(Dataset records Opens)

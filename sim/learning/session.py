"""Learning pricing agents: sessions of Q-learning firms, their limit play and the punishment they learn.

The experiment of Calvano, Calzolari, Denicolo and Pastorello (2020, AER, "Artificial Intelligence,
Algorithmic Pricing, and Collusion") on any market of this package:

1. every firm is a :class:`strategies.qlearning.QLearner` with a grid of actions;
2. a *session* lets them play and learn until every learner's greedy strategy has been unchanged for
   ``convergence`` consecutive periods (or ``max_periods`` is reached: not converged);
3. the learned strategies are then played greedily from the final state: the *limit path* ends in a
   cycle whose mean prices and profits give the session's *profit gain*
   ``(profit - Nash) / (collusive - Nash)``;
4. the *impulse response*: one firm is forced to deviate for one period (by default to its static
   best response on its grid), everyone then follows the learned strategies; a punishment shows as
   the rivals cutting their prices in the following period, and the exact discounted value of the
   deviation under the learned strategies says whether it paid.

Learners may be seated with automata of :mod:`strategies` (a learner facing grim trigger, tit for
tat, forgiving tit for tat, an opportunist...). Automata that act at random draw from the session's
stream in a fixed order; their line-ups get a simulated, seeded *estimate* of steps 3 and 4 instead
of the exact analysis, flagged as such in every result (:func:`learn`, Notes).

Many sessions run in parallel, each with its own random stream from
``sim.core.rng.stream_states(seed, (cell,), session, session + 1)``, so results do not depend on the
number of workers. Layers: :func:`learn` (validated public function) -> :func:`_run_sessions`
(driver: buffers, seeds, threads, progress) -> :mod:`sim.learning.kernel` (numba, releases the GIL).
"""

from __future__ import annotations

import json
import math
import os
import subprocess
import sys
import tempfile
import time
from concurrent.futures import ThreadPoolExecutor, as_completed
from dataclasses import dataclass, field
from typing import Any

import numpy as np
from tqdm import tqdm

import sim.learning.kernel as K
import sim.learning.kernel as LK
import strategies.step as SS
from sim.core.errors import InputError
from sim.core.parallel import usable_cores
from sim.core.params import Integer, Options, Real, optional
from sim.core.rng import stream_states
from sim.core.tables import refuse_unknown
from sim.learning.twin import reference_session as _ref
from sim.models.demand import LogitDemand
from sim.models.market import Market, MarketSpec, market_from_dict
from sim.models.stagecore import evaluate_py, market_arrays
from sim.simulation.engine import stage_levels
from sim.simulation.results import mean_estimate, normal_quantile, wilson_estimate
from sim.theory.equilibrium import stage_game
from strategies import AlwaysCompete, Automaton, strategy_from_dict
from strategies import compile_lineup as compile_automata
from strategies.qlearning import QLearner
from strategies.registry import check_seats

__all__ = [
    "LEARNER_PARAMS",
    "LearningResult",
    "Lineup",
    "benchmark",
    "compile_lineup",
    "learn",
    "learner_from_entry",
    "learning_from_dict",
    "reference_session",
]

#: sessions keep at most this many periods of their limit cycle (the statistics use the whole cycle)
CYCLE_STORE = 64
#: the impulse response averages over at most this many points of a session's limit cycle
IR_POINTS = 64
#: share of the available memory a run may take for its Q-matrices
_MEMORY_SHARE = 0.8
#: estimate of a line-up with automata that act at random: periods of greedy play simulated and
#: discarded before the limit averages start
LIMIT_BURN_IN = 1000
#: ... the default number of periods averaged (``limit_periods``)
LIMIT_PERIODS = 10_000
#: ... and the value of a simulated deviation is summed until the discount weight falls below this
#: (at most VALUE_CAP periods)
VALUE_TOL = 1e-10
VALUE_CAP = 100_000

RUN_CONSTRAINTS = {
    "sessions": Integer(1, 10_000_000),
    "seed": Integer(0, 2**63 - 1),
    "convergence": Integer(1, 10**12),
    "max_periods": Integer(1, 10**15),
    "deviator": Integer(0, 3),
    "response_periods": Integer(0, 10_000),
    "limit_periods": Integer(1, 100_000_000),
    "near": Real(0, 1),
    "workers": optional(Integer(1, 1024)),
    "cell": Integer(0, 2**31),
    "confidence": Real(0, 1, closed="neither"),
}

(Dataset records Closes)

| What the exercise asks |
Return a copy of every line in the records that includes the string "kernel".

| Response area |
(driver: buffers, seeds, threads, progress) -> :mod:`sim.learning.kernel` (numba, releases the GIL).
import sim.learning.kernel as K
import sim.learning.kernel as LK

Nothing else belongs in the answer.